TUM Logo

Automated Fuzz Target Generation for C Libraries

Automated Fuzz Target Generation for C Libraries

Supervisor(s): Dieter Schuster, Julian Horsch
Status: finished
Topic: Others
Author: Jonas Bogenberger
Submission: 2020-01-15
Type of Thesis: Bachelorthesis
Thesis topic in co-operation with the Fraunhofer Institute for Applied and Integrated Security AISEC, Garching

Description

Fuzzing is a method widely used for testing information technology products, mostly software,
as well as for penetration testing said products. Fuzzers can roughly be divided into two
types: Fuzzers using semantic descriptions of the targeted interface and guided fuzzers, such
as American Fuzzy Lop or LLVM libFuzzer, typically measuring code coverage to assess the
quality of fuzz inputs. While semantic fuzzing requires a lot of preparation and knowledge
about the target, guided fuzzers sometimes can work without any preparation. Nonetheless,
fuzzing libraries still requires the manual design of a fuzz target or fuzz harness, translating
generic fuzz input to calls into the targeted library. The goal of this work was the design
and implementation of an automatic fuzz target generation for C libraries, using header files
as input and thus, speeding up and simplifying the manual process required for fuzzing
libraries.
For this purpose, a concept capable of providing the required data to a harness generating
program was developed. This included the designing of the generic structure of an automat-
ically generated harness, the automatic parsing and analysis of a library’s header file, the
translation of the fuzzer’s input into the arguments of the fuzzed functions, as well as the
proposal of different variants of the generated harness.
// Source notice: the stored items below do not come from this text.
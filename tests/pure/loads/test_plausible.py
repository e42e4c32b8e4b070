"""The bands belong to the load at both ends, and not a gram beyond."""

from decimal import Decimal
from fractions import Fraction

import pytest

from fleet.quantities import Quantity, Unit
from loads.balance.plausible import (
    ADULT_KG,
    CHILD_KG,
    FUEL_KG_PER_L,
    LAP_INFANT_KG,
    person_band,
    within_band,
)


@pytest.mark.parametrize(
    ("band", "unit", "low", "high"),
    [
        (ADULT_KG, Unit.KG, "20", "250"),
        (CHILD_KG, Unit.KG, "2", "120"),
        (LAP_INFANT_KG, Unit.KG, "1", "25"),
        (FUEL_KG_PER_L, Unit.KG_PER_L, "0.60", "0.95"),
    ],
)
def test_both_ends_are_believed_and_a_thousandth_beyond_is_not(band, unit, low, high):
    step = Decimal("0.001")

    assert within_band(Quantity(Decimal(low), unit), band, unit)
    assert within_band(Quantity(Decimal(high), unit), band, unit)
    assert not within_band(Quantity(Decimal(low) - step, unit), band, unit)
    assert not within_band(Quantity(Decimal(high) + step, unit), band, unit)


def test_a_band_is_asked_in_the_unit_that_was_typed():
    assert within_band(Quantity(Decimal("44.1"), Unit.LB), ADULT_KG, Unit.KG)
    assert not within_band(Quantity(Decimal(44), Unit.LB), ADULT_KG, Unit.KG)
    assert Fraction("0.45359237") * 44 < 20


@pytest.mark.parametrize(
    ("category", "band"),
    [(None, ADULT_KG), ("adult", ADULT_KG), ("child", CHILD_KG), ("infant", CHILD_KG)],
)
def test_a_child_in_its_own_seat_has_a_wider_band(category, band):
    assert person_band(category) is band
Furthermore, the harness generator
was implemented according to the developed concept, which resulted in insights regarding
the application of the developed concept in the programming language C, as well as its
limitations.
The harness generator is able to automatically generate a fuzzable harness for a targeted
library, only requiring header files of the targeted library as input. During evaluation, the
performance of the generated harnesses and thus, the performance of the harness generator,
was measured by comparing the coverage achieved during fuzzing with generated and
handwritten harnesses for different targeted libraries. This comparison proved an equality in
achieved coverage between handwritten and generated harnesses. However, the fuzzing with
generated harnesses produced a vast amount of unique crashes, which partly occurred in
the harness instead of the targeted library and therefore, are false positive results. On the
other hand, a number of crashes were found to be caused by real bugs in the targeted library.
In addition, the amount of libraries, which can be fuzzed using a harness generated by the
harness generator, is significantly reduced by the limitations induced by solely relying on
header files, as well as further C specific features.